As a moral philosopher, I of course leapt to the defence my profession. I pointed out that moral philosophy was needed when the answers to moral questions were not clear or held by consensus, and when people demanded to know why they should, in fact, act morally. These problems for the most part were not the focus of Bowden’s book. When it comes to professional ethics, there is usually an adequate consensus on what should be done – what is required are measures to ensure that it does in fact happen. In cases where there is controversy we do indeed see a substantial input from moral philosophy, and this was reflected - for example - in the book’s chapter on bioethics.

But Bowden’s argument did make me reflect in a number of ways on the relevance of moral philosophy and its impact on making the world a better place. I’ll get to some of my other worries in later posts, but for today I want to reflect on the possibility that moral philosophy isn’t much use in making people live better lives, or treat others more decently, because it focuses, from a practical standpoint, on the wrong questions.

My speculative hypothesis (and I have no evidence for it beyond anecdote and (ahem) personal introspection) is this: People aren’t bad because they don’t feel they have reasons to do the right thing. Rather, they are bad because they feel they have countervailing reasons entitling them to do the wrong thing in this case. Moreover, those countervailing reasons are not on their face narrowly egoistic or selfish.

To explain. Moral philosophy (and religion too, for that matter) tends to provide reasons for why people should, generally speaking, be decent to each other. But outside philosophical disputations, I speculate that ordinary people (non-sociopaths) don’t harbour any real doubts about this matter. They are well aware in some fuzzy non-theorized way that they should be decent to each other – whether motivated by sympathy or empathy, a sense of fairness, reciprocity and equality, tradition and community, or a vague sense of the taboo, I think ordinary people believe they do, in fact, have good reasons to be civil. When moral philosophy comes along and gives a metaphysical account of why people should be moral, they are answering a question most people rarely ask or lose sleep over.

But to say that people accept that they have good reasons to be moral is not to say that those reasons are always – or even often – decisive. Quite the contrary. One can fully believe – as a general matter – that one should be nice to other people, but at the same time believe in this specific instance that one is justified in not being so.

In other words, it is not large-scale doubt about the demands of morality that is operative when ordinary people do the wrong thing, but is instead the perceived presence of defeating considerations that morally justify not doing the right thing in the specific case.

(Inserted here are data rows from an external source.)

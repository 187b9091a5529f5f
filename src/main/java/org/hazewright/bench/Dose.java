package org.hazewright.bench;

import java.util.List;
import org.hazewright.brief.Balance;
import org.hazewright.mixture.Stock;
import org.hazewright.shelf.Ingredient;

/**
 * One way of getting an ingredient into the vessel: neat, or as an aliquot of the last stock of a chain.
 *
 * @param chain stocks in making order, each diluted from the one before; empty when the ingredient goes in neat
 * @param inHand the chain is made already
 */
record Dose(Ingredient ingredient, double massG, List<Stock> chain, boolean inHand) {
    Dose {
        chain = List.copyOf(chain);
    }

    static Dose neat(Ingredient ingredient, double massG) {
        return new Dose(ingredient, massG, List.of(), false);
    }

    boolean isNeat() {
        return chain.isEmpty();
    }

    /** Grams of the last stock that hold one gram of the ingredient; 1 when neat. */
    double dilution() {
        double dilution = 1;
        for (Stock s : chain) dilution *= s.ratio();
        return dilution;
    }

    /** Grams to weigh into the vessel, before rounding. */
    double weighedG() {
        return massG * dilution();
    }

    /** Loads on the balance that this way takes, those of stocks that must be made first included. */
    int weighings(Balance balance) {
        int count = balance.loads(weighedG());
        if (!inHand) for (Stock s : chain) count += balance.loads(s.ingredientG()) + balance.loads(s.diluentG());
        return count;
    }

    /** Grams of stock that are made and not drawn. */
    double leftG() {
        if (inHand) return 0;
        double left = 0;
        for (int k = 0; k < chain.size(); k++)
            left += chain.get(k).totalG()
                    - (k + 1 < chain.size() ? chain.get(k + 1).ingredientG() : weighedG());
        return left;
    }

    /**
     * Relative standard uncertainty of the grams that reach the vessel: every load of the chain with the balance's standard
     * uncertainty, and the last one rounded to its readability (rectangular, r/√12; JCGM 100:2008, 4.3.7). A stock of share
     * f = s/(s + d) moves by (1 − f)(δs/s − δd/d).
     */
    double relativeUncertainty(Balance balance) {
        double weighed = weighedG();
        double r = balance.readabilityG();
        double sum = (square(u(balance, weighed)) + r * r / 12) / (weighed * weighed);
        for (Stock s : chain) {
            double share = 1 / s.ratio();
            sum += square(1 - share)
                    * (square(u(balance, s.ingredientG()) / s.ingredientG())
                            + square(u(balance, s.diluentG()) / s.diluentG()));
        }
        return Math.sqrt(sum);
    }

    private static double u(Balance balance, double massG) {
        return balance.standardUncertaintyG() * Math.sqrt(balance.loads(massG));
    }

    private static double square(double x) {
        return x * x;
    }
}
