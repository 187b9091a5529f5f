/**
 * What hands do: stocks, rounding to the balance, the order of steps, a batch as weighed, corrections.
 *
 * <p>Stands on {@code design} and knows no files and no screens. Start with {@link org.hazewright.bench.Answer}.
 */
package org.hazewright.bench;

What might those defeating considerations look like? Well, the pithy pocket-card above is the facetious version. Here’s a (only somewhat) more sober list:

·         Victim 1: ‘I (or the identity group to which I belong) have been historically wronged. To find fault with me is to blame the victim and mistake the real culprit.’

·         Victim 2: ‘I’m fighting against the oppression of the identity group to which I belong. You are probably complicit in my oppression.’

·         Crusade: ‘I’m on an artistic/aesthetic/environmental/humanitarian crusade. If I don’t fulfil my role, civilization as we know it will collapse. (Or, if civilization is a bad thing, then if I don’t fulfil my role, civilization as we know it won’t collapse.) The good I do makes up for the toes I step on.’

·         Resistance 1: ‘You’re all part of the dominant, patriarchal, hegemonic, capitalist, conformist, politically correct, elitist (etc) paradigm.’

·         Resistance 2: ‘There is a worldwide conspiracy that I know about but you don’t. On my shoulders falls the responsibility to act (or the fatalistic reason for inaction) that accompanies my privileged knowledge.’

·         Exigency: ‘There are exigent circumstances due to a stressful personal emergency. Again.’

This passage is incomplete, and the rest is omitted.